As for conjectures, they were not the business they are today. Confessing in writing one's inability to prove a suspected theorem was rarely done even in 19-th century, and when it was it was usually in a passing remark, not a Conjecture (as did Riemann with the zeta function zeros). In 17-18th centuries some conjectures were stated in private correspondence as "theorems", e.g. Goldbach in a letter to Euler so reports Fermat's contention that $2^{2^n}+1$ is always prime. More often, conjectures were communicated to students privately (compare to Arnold's intimation in Geometrical Methods of ODE:"unmotivated definitions that hide fundamental ideas and methods are like parables only explained privately to students") or inferred by others from peculiarities of the public text.

The prototypical example is Euclid avoiding the use of the parallel postulate in Elements for as long as he could, which was taken as a cue to prove it. In another instance, Apollonius boasted in the preface to Conics:"I observed that Euclid had not worked out the synthesis of the locus with respect to three and four lines, but only a chance portion of it and that not successfully: for it was not possible that the synthesis could have been completed without my additional discoveries".

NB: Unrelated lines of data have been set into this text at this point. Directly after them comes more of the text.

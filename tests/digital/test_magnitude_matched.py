"""magnitude_matched against Vicanek's own formulas, the squared magnitude it promises, and its mirror."""

import numpy as np
import pytest
from hypothesis import given, settings
from hypothesis import strategies as st

from a2d.analog.chain import AnalogChain
from a2d.digital.magnitude_matched import magnitude_matched
from a2d.digital.twin import make_twin
from a2d.errors import ConversionError
from tests.support import prototypes

RATE = 48_000.0


def convert(b, a, match_hz, rate=RATE):
    return magnitude_matched(np.asarray(b, float), np.asarray(a, float), np.asarray(rate), np.asarray(match_hz), None)


def vicanek_poles(f0, q, rate):
    """M. Vicanek, Matched Second Order Digital Filters (2016), eq. for a1, a2 from the impulse invariant poles."""
    w, d = 2 * np.pi * f0 / rate, 1 / (2 * q)
    swing = np.cos(np.sqrt(1 - d * d) * w) if d <= 1 else np.cosh(np.sqrt(d * d - 1) * w)
    return -2 * np.exp(-d * w) * swing, np.exp(-2 * d * w)


def vicanek(kind, f0, q, gain_db=0.0, rate=RATE):
    """The note's forms for low-, high-, band-pass and peaking sections, written out as they stand there."""
    g = 10 ** (gain_db / 20)
    a1, a2 = vicanek_poles(f0, q * np.sqrt(g), rate)
    p1 = np.sin(np.pi * f0 / rate) ** 2
    p0, p2 = 1 - p1, 4 * p1 * (1 - p1)
    a_0, a_1, a_2 = (1 + a1 + a2) ** 2, (1 - a1 + a2) ** 2, -4 * a2
    s = a_0 * p0 + a_1 * p1 + a_2 * p2
    slope = -a_0 + a_1 + 4 * (p0 - p1) * a_2
    if kind == "lowpass":
        b_1 = (s * q * q - a_0 * p0) / p1
        b0 = 0.5 * (np.sqrt(a_0) + np.sqrt(b_1))
        b = [b0, np.sqrt(a_0) - b0, 0]
    elif kind == "highpass":
        b0 = q * np.sqrt(s) / (4 * p1)
        b = [b0, -2 * b0, b0]
    elif kind == "bandpass":
        b_2 = (s - slope * p1) / (4 * p1**2)
        b1 = -0.5 * np.sqrt(slope + 4 * (p1 - p0) * b_2)
        b0 = 0.5 * (np.sqrt(b_2 + b1 * b1) - b1)
        b = [b0, b1, -b0 - b1]
    else:
        r1, r2 = s * g * g, slope * g * g
        b_2 = (r1 - r2 * p1 - a_0) / (4 * p1**2)
        b_1 = r2 + a_0 + 4 * (p1 - p0) * b_2
        w = 0.5 * (np.sqrt(a_0) + np.sqrt(b_1))
        b0 = 0.5 * (w + np.sqrt(w * w + b_2))
        b = [b0, 0.5 * (np.sqrt(a_0) - np.sqrt(b_1)), -b_2 / (4 * b0)]
    return np.array([*b, 1, a1, a2])


@pytest.mark.parametrize("kind", ["lowpass", "highpass", "bandpass", "peaking"])
@pytest.mark.parametrize(("f0", "q"), [(1000.0, 0.7071067811865476), (16_000.0, 2.0), (5000.0, 0.4), (19_000.0, 1.0)])
def test_is_the_published_form(kind, f0, q):
    """Both routes are a few operations on doubles; at f0/fs = 1/48 B2 comes from a difference of some 1e-5 over p²."""
    gain_db = 12.0 if kind == "peaking" else 0.0
    b, a = prototypes.section(kind, f0, q, gain_db)
    assert convert(b, a, f0) == pytest.approx(vicanek(kind, f0, q, gain_db), rel=1e-9, abs=1e-10)


@pytest.mark.parametrize(
    ("kind", "b", "q"),
    [
        ("lowpass", [0.789640899222, 0.221272919763, 0.0], 0.70710678),
        ("highpass", [0.235175657142, -0.470351314284, 0.235175657142], 0.70710678),
        ("bandpass", [0.541000247147, -0.425778673446, -0.1152215737], 1.0),
        ("peaking", [2.17140644412, -0.191886843456, -0.107574344598], 1.0),
    ],
)
def test_at_16_kHz_gives_the_figures_worked_from_the_note(kind, b, q):
    """Worked out from the note's formulas by a separate program, printed to 12 digits."""
    analog = prototypes.section(kind, 16_000.0, q, 12.0 if kind == "peaking" else 0.0)
    assert convert(*analog, 16_000.0)[:3] == pytest.approx(b, abs=1e-11)


@pytest.mark.parametrize("kind", ["peaking", "lowshelf", "highshelf"])
@pytest.mark.parametrize("f0", [100.0, 3000.0, 12_000.0, 20_000.0])
def test_a_cut_is_the_reciprocal_of_its_boost(kind, f0):
    boost, cut = (convert(*prototypes.section(kind, f0, 0.7071, g), f0) for g in (12.0, -12.0))
    product = np.polymul(boost[:3], cut[:3]) - np.polymul(boost[3:], cut[3:])
    assert np.abs(product).max() < 1e-12  # a few roundings of coefficients up to 4


@pytest.mark.parametrize("kind", ["peaking", "lowshelf", "highshelf", "bandpass", "allpass", "notch"])
@pytest.mark.parametrize("f0", [500.0, 6000.0, 20_000.0])
def test_value_at_the_match_frequency_and_at_zero(kind, f0):
    """Off f0 too: 1e-7 dB is the rounding of coefficients near -2 and 1, divided by p = sin²(w/2) = 1e-3 at 500 Hz."""
    analog = prototypes.section(kind, f0, 1.4, -9.0)
    match = 0.8 * f0
    sos = convert(*analog, match)
    exact, got = prototypes.analog_db(*analog, match), prototypes.digital_db(sos, match, RATE)
    assert got == pytest.approx(exact, abs=1e-7)
    low = prototypes.digital_db(sos, 0.01, RATE) - prototypes.analog_db(*analog, 0.01)
    assert abs(low) < (1.0 if kind == "bandpass" else 1e-6)


def test_a_notch_keeps_place_and_depth():
    f0 = 9000.0
    sos = convert(*prototypes.section("notch", f0, 2.0, 0.0), f0)
    zeros = np.roots(sos[:3])
    assert np.abs(zeros) == pytest.approx(1.0, abs=1e-15)
    assert np.abs(np.angle(zeros)) == pytest.approx(2 * np.pi * f0 / RATE, abs=1e-15)


@pytest.mark.parametrize(
    ("kind", "f0", "limit_db"), [("peaking", 16_000.0, 0.34), ("highshelf", 12_000.0, 0.18), ("lowpass", 1000.0, 1.06)]
)
def test_error_in_the_band_is_as_measured(kind, f0, limit_db):
    """The bilinear transform leaves 6 dB and more at 20 kHz in the first case."""
    analog = prototypes.section(kind, f0, 1.4 if kind == "peaking" else 0.7071, 12.0)
    f = np.geomspace(20.0, 20_000.0, 2000)
    error = prototypes.digital_db(convert(*analog, f0), f, RATE) - prototypes.analog_db(*analog, f)
    assert np.abs(error).max() < limit_db


def test_zeros_stay_on_the_side_where_the_analog_zeros_are():
    """b = (s - 1000)(s + 20000): one zero outside the circle, near e^{1000/fs}, one inside."""
    b, a = [1.0, 19_000.0, -2e7], [1.0, 30_000.0, 4e8]
    zeros = np.sort(np.abs(np.roots(convert(b, a, 3000.0)[:3])))
    assert zeros[0] < 1.0 < zeros[1]
    assert zeros[1] == pytest.approx(np.exp(1000.0 / RATE), rel=1e-4)


@pytest.mark.parametrize("kind", ["peaking", "highshelf", "notch", "bandpass", "lowpass", "highpass"])
@pytest.mark.parametrize("gain_db", [9.0, -9.0])
def test_an_inverting_section_is_the_other_times_minus_one(kind, gain_db):
    b, a = prototypes.section(kind, 3000.0, 0.8, gain_db)
    plain, inverted = convert(b, a, 3000.0), convert(-b, a, 3000.0)
    assert inverted[:3] == pytest.approx(-plain[:3], rel=1e-12, abs=1e-15)
    assert inverted[3:] == pytest.approx(plain[3:], rel=1e-12)


def test_a_resonance_above_half_the_rate_is_refused_by_name():
    b, a = prototypes.section("peaking", 30_000.0, 4.0, 6.0)
    chain = AnalogChain.of(["air"], b=[b], a=[a])
    with pytest.raises(ConversionError, match=r'half the sample rate; minimax .*\(section "air" at 48000 Hz\)'):
        make_twin(chain, RATE, method="magnitude_matched", match_hz=20_000.0)


def test_no_real_zeros_is_refused():
    b, a = prototypes.section("lowshelf", 5000.0, 50.0, -12.0)
    with pytest.raises(ConversionError, match=r"no real zeros .* minimax has"):
        convert(b, a, 5000.0)


@settings(max_examples=60, deadline=None)
@given(
    kind=st.sampled_from(prototypes.KINDS),
    f0=st.floats(10.0, 23_900.0),
    q=st.floats(0.1, 30.0),
    gain_db=st.floats(-30.0, 30.0),
)
def test_gives_a_stable_finite_section_or_refuses(kind, f0, q, gain_db):
    try:
        sos = convert(*prototypes.section(kind, f0, q, gain_db), f0)
    except ConversionError as error:
        assert "minimax" in str(error)  # noqa: PT017 - both outcomes are right, each has its own promise
        return
    assert np.all(np.isfinite(sos))
    assert abs(sos[5]) < 1.0
    assert abs(sos[4]) < 1.0 + sos[5]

An even earlier example is alluded to by Plato in Theaetetus, see McCabe's Theodorus' Irrationality Proofs:

"Theodorus here was drawing some figures for us in illustration of roots, showing that squares containing three square feet and five square feet are not commensurable in length with the unit of the foot, and so, selecting each one in its turn up to the square containing seventeen square feet; and at that he stopped."

Presumably, he did not stop because he thought that $\sqrt{19}$ was rational but because his even/odd method of proof faltered. The now familiar method from Euclid's Elements working for all primes was found by Theaetetus, his student, who presumably inherited the problem.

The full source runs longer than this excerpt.